The Insignificance of Statistical Significance Testing


Replication is a cornerstone of science. If results from a study cannot be reproduced, they have no credibility. Scale is important here. Conducting the same study at the same time but at several different sites and getting comparable results is reassuring, but not nearly so convincing as having different investigators achieve similar results using different methods in different areas at different times. R. A. Fisher's idea of solid knowledge was not a single extremely significant result, but rather the ability of repeatedly getting results significant at 5% (Tukey 1969). Shaver (1993:304) observed that "The question of interest is whether an effect size of a magnitude judged to be important has been consistently obtained across valid replications. Whether any or all of the results are statistically significant is irrelevant." Replicated results automatically make statistical significance testing unnecessary (Bauernfeind 1968).

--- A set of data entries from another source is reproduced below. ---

/// The keys of the galaxies named exactly `names` (those in the catalog), by name.
///
/// # Errors
/// Any database error.
pub async fn ids_by_name(
    tx: &mut Transaction<'_, Sqlite>,
    names: &[&str],
) -> sqlx::Result<std::collections::HashMap<String, i64>> {
    let mut found = std::collections::HashMap::new();
    for chunk in names.chunks(BATCH_ROWS) {
        let sql = format!(
            "select name, galaxy_id from galaxy where name in ({})",
            vec!["?"; chunk.len()].join(", ")
        );
        let mut query = sqlx::query_as::<_, (String, i64)>(sqlx::AssertSqlSafe(sql));
        for name in chunk {
            query = query.bind(*name);
        }
        found.extend(query.fetch_all(&mut **tx).await?);
    }
    Ok(found)
}

/// For names not in the catalog: the oldest galaxy sharing each look-alike key ([`name_key`]),
/// by key; what [`look_alike`] answers for such a name, for many keys at once.
///
/// # Errors
/// Any database error.
pub async fn look_alikes(
    tx: &mut Transaction<'_, Sqlite>,
    keys: &[&str],
) -> sqlx::Result<std::collections::HashMap<String, NamedGalaxy>> {
    let mut found = std::collections::HashMap::new();
    for chunk in keys.chunks(BATCH_ROWS) {
        let sql = format!(
            "select name_key, galaxy_id, name, slug from galaxy where name_key in ({})
              order by galaxy_id",
            vec!["?"; chunk.len()].join(", ")
        );
        let mut query =
            sqlx::query_as::<_, (String, i64, String, String)>(sqlx::AssertSqlSafe(sql));
        for key in chunk {
            query = query.bind(*key);
        }
        for (key, galaxy_id, name, slug) in query.fetch_all(&mut **tx).await? {
            found.entry(key).or_insert(NamedGalaxy {
                galaxy_id,
                name,
                slug,
            });
        }
    }
    Ok(found)
}

/// [`insert_galaxy`] for many galaxies at once; returns their keys in the order given. Slugs
/// are numbered as [`insert_galaxy`] numbers them: the slugs already taken are read once per
/// [`BATCH_ROWS`] names, and only a taken slug is looked up again, candidate by candidate.
///
/// # Errors
/// A unique-name violation or any other database error.
pub async fn insert_galaxies(
    tx: &mut Transaction<'_, Sqlite>,
    news: &[&NewGalaxy],
) -> sqlx::Result<Vec<i64>> {
    let bases: Vec<String> = news.iter().map(|g| slugify(&g.name)).collect();
    let mut taken = std::collections::HashSet::new();
    for chunk in bases.chunks(BATCH_ROWS) {
        let sql = format!(
            "select slug from galaxy where slug in ({})",
            vec!["?"; chunk.len()].join(", ")
        );
        let mut query = sqlx::query_scalar::<_, String>(sqlx::AssertSqlSafe(sql));
        for base in chunk {
            query = query.bind(base);
        }
        taken.extend(query.fetch_all(&mut **tx).await?);
    }
    let mut slugs = Vec::with_capacity(news.len());
    for base in bases {
        let mut slug = base.clone();
        let mut n = 2;
        // `taken` knows whether a base is in the catalog; a numbered slug is looked up.
        while taken.contains(&slug)
            || (slug != base
                && sqlx::query_scalar::<_, i64>("select count(*) from galaxy where slug = ?")
                    .bind(&slug)
                    .fetch_one(&mut **tx)
                    .await?
                    > 0)
        {
            slug = format!("{base}-{n}");
            n += 1;
        }
        taken.insert(slug.clone());
        slugs.push(slug);
    }
    let mut ids = Vec::with_capacity(news.len());
    for (chunk, chunk_slugs) in news.chunks(BATCH_ROWS).zip(slugs.chunks(BATCH_ROWS)) {
        let sql = format!(
            "insert into galaxy (name, slug, morphology, bulge_kind, centre_kind, distance_mpc,
                                 distance_err_mpc, distance_method, name_key, activity)
             values {} returning slug, galaxy_id",
            placeholders(chunk.len(), 10)
        );
        let mut query = sqlx::query_as::<_, (String, i64)>(sqlx::AssertSqlSafe(sql));
        for (new, slug) in chunk.iter().zip(chunk_slugs) {
            query = query
                .bind(&new.name)
                .bind(slug)
                .bind(new.morphology.as_str())
                .bind(new.bulge_kind.as_str())
                .bind(new.centre_kind.as_str())
                .bind(new.distance_mpc)
                .bind(new.distance_err_mpc)
                .bind(new.distance_method.as_str())
                .bind(name_key(&new.name))
                .bind(new.activity.as_str());
        }
        // RETURNING does not promise the order of its rows: match them by the unique slug.
        let by_slug: std::collections::HashMap<String, i64> =
            query.fetch_all(&mut **tx).await?.into_iter().collect();
        for slug in chunk_slugs {
            ids.push(by_slug[slug]);
        }
    }
    Ok(ids)
}
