/// Everything of the relation chart of `outcome` but its points and groups: titles, labels,
/// the fitted line and its mean band over `x_range`.
pub(super) fn relation_chart_frame(
    relation: &Relation,
    outcome: &FitOutcome,
    (x_min, x_max): (f64, f64),
) -> RelationChart {
    let fit = outcome.fit.as_ref().ok();
    let y_label = match fit {
        Some(f) if f.spec.shape == Shape::Plane => format!(
            "log₁₀ M_BH − γ (log₁₀ M_bulge − {}) [M☉]",
            significant(f.spec.pivot2, 3)
        ),
        _ => relation.y_label(),
    };
    RelationChart {
        title: relation.label(),
        x_label: relation.x_label(),
        y_label,
        line: fit.map(|f| LineSpec {
            alpha: f.params.alpha,
            beta: f.params.beta,
            beta2: f.params.beta2,
            pivot: f.spec.pivot,
            scatter_dex: f.quoted_eps().max(0.0),
        }),
        mean_band: fit.map_or_else(Vec::new, |f| mean_band(f, x_min, x_max)),
        ..RelationChart::default()
    }
}

/// Draw the relation chart, or say why not.
pub(crate) fn relation_chart_svg(
    relation: &Relation,
    outcome: &FitOutcome,
    grouping: Grouping,
) -> Result<String, String> {
    relation_svg(&relation_chart(relation, outcome, grouping)).map_err(|e| e.to_string())
}

/// Show one relation: its fit, chart, residuals, the objects off the relation, the most
/// influential objects, a zero-point offset between subsamples, and the bootstrap and posterior
/// runs.
pub(crate) async fn show_relation(
    State(state): State<AppState>,
    nav: super::Nav,
    Path(slug): Path<String>,
    query: Result<Query<Vec<(String, String)>>, QueryRejection>,
) -> AppResult<Response> {
    let t = target(&state, &slug, query).await?;
    let relation = t.relation.clone();
    let read = RelationQuery::read(&t.pairs, &relation);
    let q = read.query.clone();
    let shown = match fit_shown(&t.catalog, &relation, &q).await? {
        Ok(shown) => shown,
        Err(version) => {
            return Ok(ComputingPage {
                nav,
                label: relation.label(),
                version,
            }
            .into_response());
        }
    };
    let outcome = shown.outcome;
    let computing = shown
        .computing
        .map(|v| computing_note(outcome.key.catalog_version, v));
    let fit = outcome.fit.as_ref().ok();
    // The charts are drawn once per fit and chart settings, and kept with the fit.
    let charts = state.fits.drawn(
        &outcome.key,
        &format!("page;group={:?};versus={:?}", q.group, q.versus),
        || {
            let (residual_svg, residual2_svg) = fit
                .map(|f| residual_charts(&relation, &outcome, f, &q))
                .unwrap_or_default();
            vec![
                relation_chart_svg(&relation, &outcome, q.group),
                Ok(residual_svg),
                Ok(residual2_svg),
            ]
        },
    );
    let (chart_svg, chart_error) = match &charts[0] {
        Ok(svg) => (svg.clone(), None),
        Err(e) => (String::new(), Some(e.clone())),
    };
    let drawn_text = |i: usize| charts[i].clone().unwrap_or_default();
    let (residual_svg, residual2_svg) = (drawn_text(1), drawn_text(2));
    let (params, cov_rows) = fit.map(|f| fit_views(&relation, f)).unwrap_or_default();
    let (influential, influence_note, influence_pending) = match (fit, computing.is_some()) {
        (Some(_), false) => influence_views(&state, &outcome).await?,
        _ => (Vec::new(), None, false),
    };
    let (offset, offset_note) = offset_view(&outcome, &q).await?;
    let runs = run_views(&state, &outcome, &q).await?;
    let runs_pending = runs
        .iter()
        .any(|r| r.status == "running" || r.status == "queued");
    let refresh = computing.is_some() || influence_pending;
    let may_start = nav.username.is_some();
    let query_plain = t.query_plain(&q);
    let made_at = crate::catalog::history::made_at(&state.pool, t.pinned.version).await?;
    let version_note = VersionNote::of(
        &t.pinned,
        &t.ask,
        made_at.as_deref(),
        format!("/relations/{}{}", relation.slug(), {
            let plain = q.to_query_string();
            if plain.is_empty() {
                plain
            } else {
                format!("?{plain}")
            }
        }),
    );
    let cite = if computing.is_none() {
        CiteView::of(&t.catalog, &relation, &outcome).await?
    } else {
        None
    };
    Ok(RelationPage {
        nav,
        controls: Controls::of(&relation, &read),
        problems: read.problems.iter().map(|p| p.message.clone()).collect(),
        summary: SampleSummary::of(&relation, &outcome, &q),
        fit_error: outcome.fit.as_ref().err().map(ToString::to_string),
        params,
        interval_label: fit.map_or("", |f| f.intervals.kind.label()).to_owned(),
        cov_rows,
        chart_svg,
        residual_svg,
        residual2_svg,
        residual2_label: q.versus.axis_label(),
        chart_error,
        outliers_more: flagged_count(&outcome).saturating_sub(FLAGGED_ROWS),
        outliers: flagged_views(&outcome),
        influential,
        influence_note,
        offset,
        offset_note,
        query: if query_plain.is_empty() {
            String::new()
        } else {
            format!("?{query_plain}")
        },
        query_plain,
        runs,
        refresh,
        runs_pending,
        may_start,
        computing,
        gq: VersionNote::suffix(version_note.as_ref(), '?'),
        version_note,
        cite,
    }
    .into_response())
}

/// A relation page asked for before any version's fit of that selection is ready.
#[derive(Template, WebTemplate)]
#[template(path = "pages/computing.html")]
pub(crate) struct ComputingPage {
    nav: super::Nav,
    label: String,
    version: i64,
}
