#[tokio::test]
async fn the_form_asks_only_what_each_quantity_needs_and_resolves_typed_galaxy_names() {
    let app = spawn_demo_app().await;
    let mut member = app.login_as(Role::Member).await;
    let form = member.get("/submissions/new").await.body;
    // The picker is a text box with the catalog's names to choose from; a script file, no
    // inline script.
    assert!(
        form.contains("name=\"galaxy\" list=\"galaxy-names\""),
        "{form}"
    );
    assert!(form.contains("<datalist id=\"galaxy-names\">"));
    assert!(form.contains("<script src=\"/static/submission.js\" defer></script>"));
    assert!(
        app.ok("/static/submission.js")
            .await
            .contains("for-quantity")
    );
    // One method list per quantity, each under a heading naming it.
    let bh = element(&form, "f-m0_method_bh");
    let bh = &bh[..bh.find("</select>").unwrap()];
    assert!(
        bh.contains("stellar dynamics") && !bh.contains("photometric"),
        "{bh}"
    );
    let bulge = element(&form, "f-m0_method_bulge");
    let bulge = &bulge[..bulge.find("</select>").unwrap()];
    assert!(
        bulge.contains("photometric") && !bulge.contains("maser"),
        "{bulge}"
    );
    assert!(form.contains("<legend>Black-hole mass only</legend>"));
    assert!(form.contains("data-quantities=\"sigma\""));
    // A new galaxy's kinds are asked, not assumed.
    for field in ["morphology", "bulge_kind", "centre_kind", "distance_method"] {
        let select = element(&form, &format!("f-{field}"));
        let first = &select[select.find("<option").unwrap()..];
        assert!(
            first.starts_with("<option value=\"\" selected>choose…</option>"),
            "{field}: {}",
            &first[..80.min(first.len())]
        );
    }
    // "Check" opens the page at its result.
    assert!(form.contains("formaction=\"/submissions/new#preview\""));

    // A galaxy typed by its name (any letter case) is that galaxy.
    let (name, slug): (String, String) =
        sqlx::query_as("select name, slug from galaxy order by galaxy_id limit 1")
            .fetch_one(&app.pool)
            .await
            .unwrap();
    let typed = name.to_uppercase();
    let r = member
        .post(
            "/submissions/new",
            &[
                ("galaxy", typed.as_str()),
                ("m0_quantity", "bh_mass"),
                ("m0_value", "2e8 ± 0.3e8"),
                ("m0_scale", "auto"),
                ("m0_method_bh", "gas_dynamics"),
            ],
        )
        .await;
    assert_eq!(r.status, 303, "{}", r.body);
    let id = submission_id(&r.header("location"));
    let (stored_slug, method): (String, String) = sqlx::query_as(
        "select g.slug, m.method from measurement m join galaxy g using (galaxy_id)
          where m.submission_id = ?",
    )
    .bind(id)
    .fetch_one(&app.pool)
    .await
    .unwrap();
    assert_eq!(
        (stored_slug.as_str(), method.as_str()),
        (slug.as_str(), "gas_dynamics")
    );

    // A name not in the catalog is named beside the picker, and everything typed stays.
    let before = count(&app, "submission").await;
    let r = member
        .post(
            "/submissions/new",
            &[
                ("galaxy", "Nowhere 12345"),
                ("m0_quantity", "sigma"),
                ("m0_value", "185 ± 9"),
                ("m0_sigma_definition", "sigma_e"),
                ("m0_aperture", "r_e"),
                ("m0_reference", "Invented et al. 2034"),
                ("note", "kept as typed"),
            ],
        )
        .await;
    assert_eq!(r.status, 400, "{}", r.body);
    let error = element(&r.body, "e-galaxy");
    assert!(
        error.contains("No galaxy in the catalog is called “Nowhere 12345”"),
        "{error}"
    );
    assert!(r.body.contains("aria-describedby=\"e-galaxy\""));
    for kept in [
        "value=\"Nowhere 12345\"",
        "value=\"185 ± 9\"",
        "value=\"r_e\"",
        "value=\"Invented et al. 2034\"",
        ">kept as typed</textarea>",
        "<option value=\"sigma_e\" selected>",
    ] {
        assert!(r.body.contains(kept), "{kept} kept: {}", r.body);
    }
    assert_eq!(count(&app, "submission").await, before, "nothing stored");
    // A new galaxy whose kinds were not chosen: each is named, nothing stored.
    let mut fields = new_galaxy_form("Tesk 925", "2e8 ± 0.3e8");
    fields.retain(|(k, _)| *k != "morphology");
    let r = member.post("/submissions/new", &fields).await;
    assert_eq!(r.status, 400, "{}", r.body);
    assert!(r.body.contains("id=\"e-morphology\""), "{}", r.body);
    assert!(r.body.contains("value=\"Tesk 925\""));
    assert_eq!(count(&app, "submission").await, before, "nothing stored");
}
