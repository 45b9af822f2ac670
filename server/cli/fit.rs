//! The `massline fit` command: fits a scaling relation to a CSV file of objects. This file
//! reads the file and renders the result; the fit itself is `relations::fit_own_sample`, as
//! for `POST /api/v1/fit`.
//!
//! ```text
//! massline fit --input FILE.csv [--method structural|conditional|fitexy|bces-yx|bces-xy|
//!              bces-bisector|bces-orthogonal] [--posterior] [--bootstrap N] [--pivot X0]
//!              [--x-quantity sigma|mass|luminosity|other] [--steps N] [--seed N]
//!              [--format json|table]
//! ```
//!
//! # Input
//!
//! A CSV file with a header row naming at least the columns `x`, `x_err`, `y`, `y_err` and
//! `upper_limit`, in any order: x and y are log10 values (x = log10 of the host property in its
//! natural unit, e.g. log10(σ / km s⁻¹); y = log10(M_BH / M☉)), the errors are in dex and
//! `upper_limit` is 0 for a detection or 1 when y is an upper limit. Optional columns: `name`
//! (a label) and `xy_cov` (covariance of the x and y errors, dex²). Other columns are ignored;
//! lines starting with `#` are comments and blank lines are skipped (a quoted field may not span
//! lines). A bad file is refused with the line number (as an
//! editor counts lines, the header being line 1) and the column at fault.
//!
//! # Pivot
//!
//! `--pivot X0` sets x0. Otherwise `--x-quantity` names what x is and x0 is its convention:
//! `sigma` log10(200) = 2.30103 (σ in km s⁻¹; Tremaine et al. 2002 used σ0 = 200 km s⁻¹),
//! `mass` 11.0 (10¹¹ M☉), `luminosity` 11.0 (10¹¹ L☉ of the band), `other` the median of x
//! rounded to 0.5. Without either, the median of x decides (`relations::default_pivot`):
//! log10(200) when it lies in 1.3–2.8, else the median rounded to 0.5, and a warning says so
//! and what to type. The pivot used is always printed.
//!
//! # Output
//!
//! `--format table` (default): aligned plain text with units. `--format json`: one object with
//! `alpha`, `beta`, `eps`, `alpha_err`, `beta_err`, `eps_err`, `cov`, `cov_names`, `pivot`,
//! `pivot_rule`, `n`, `n_upper`, `method`, `neg2_log_l`, `aic`, `bic`, `termination`, `seed`,
//! `x_model`, and with `--posterior` / `--bootstrap` a `posterior` / `bootstrap` block.

use std::io::Write;
use std::path::PathBuf;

Individual studies rarely contain sufficient information to support a final conclusion about the truth or value of a hypothesis (Schmidt and Hunter 1997). Studies differ in design, measurement devices, samples included, weather conditions, and many other ways. This variability among studies is more pervasive in ecological situations than in, for example, the physical sciences (Ellison 1996). To have generality, results should be consistent under a wide variety of circumstances. Meta-analysis provides some tools for combining information from repeated studies (e.g., Hedges and Olkin 1985) and can reduce dependence on significance testing by examining replicated studies (Schmidt and Hunter 1997). Meta-analysis can be dangerously misleading, however, if nonsignificant results or results that did not conform to the conventional wisdom were less likely to have been published.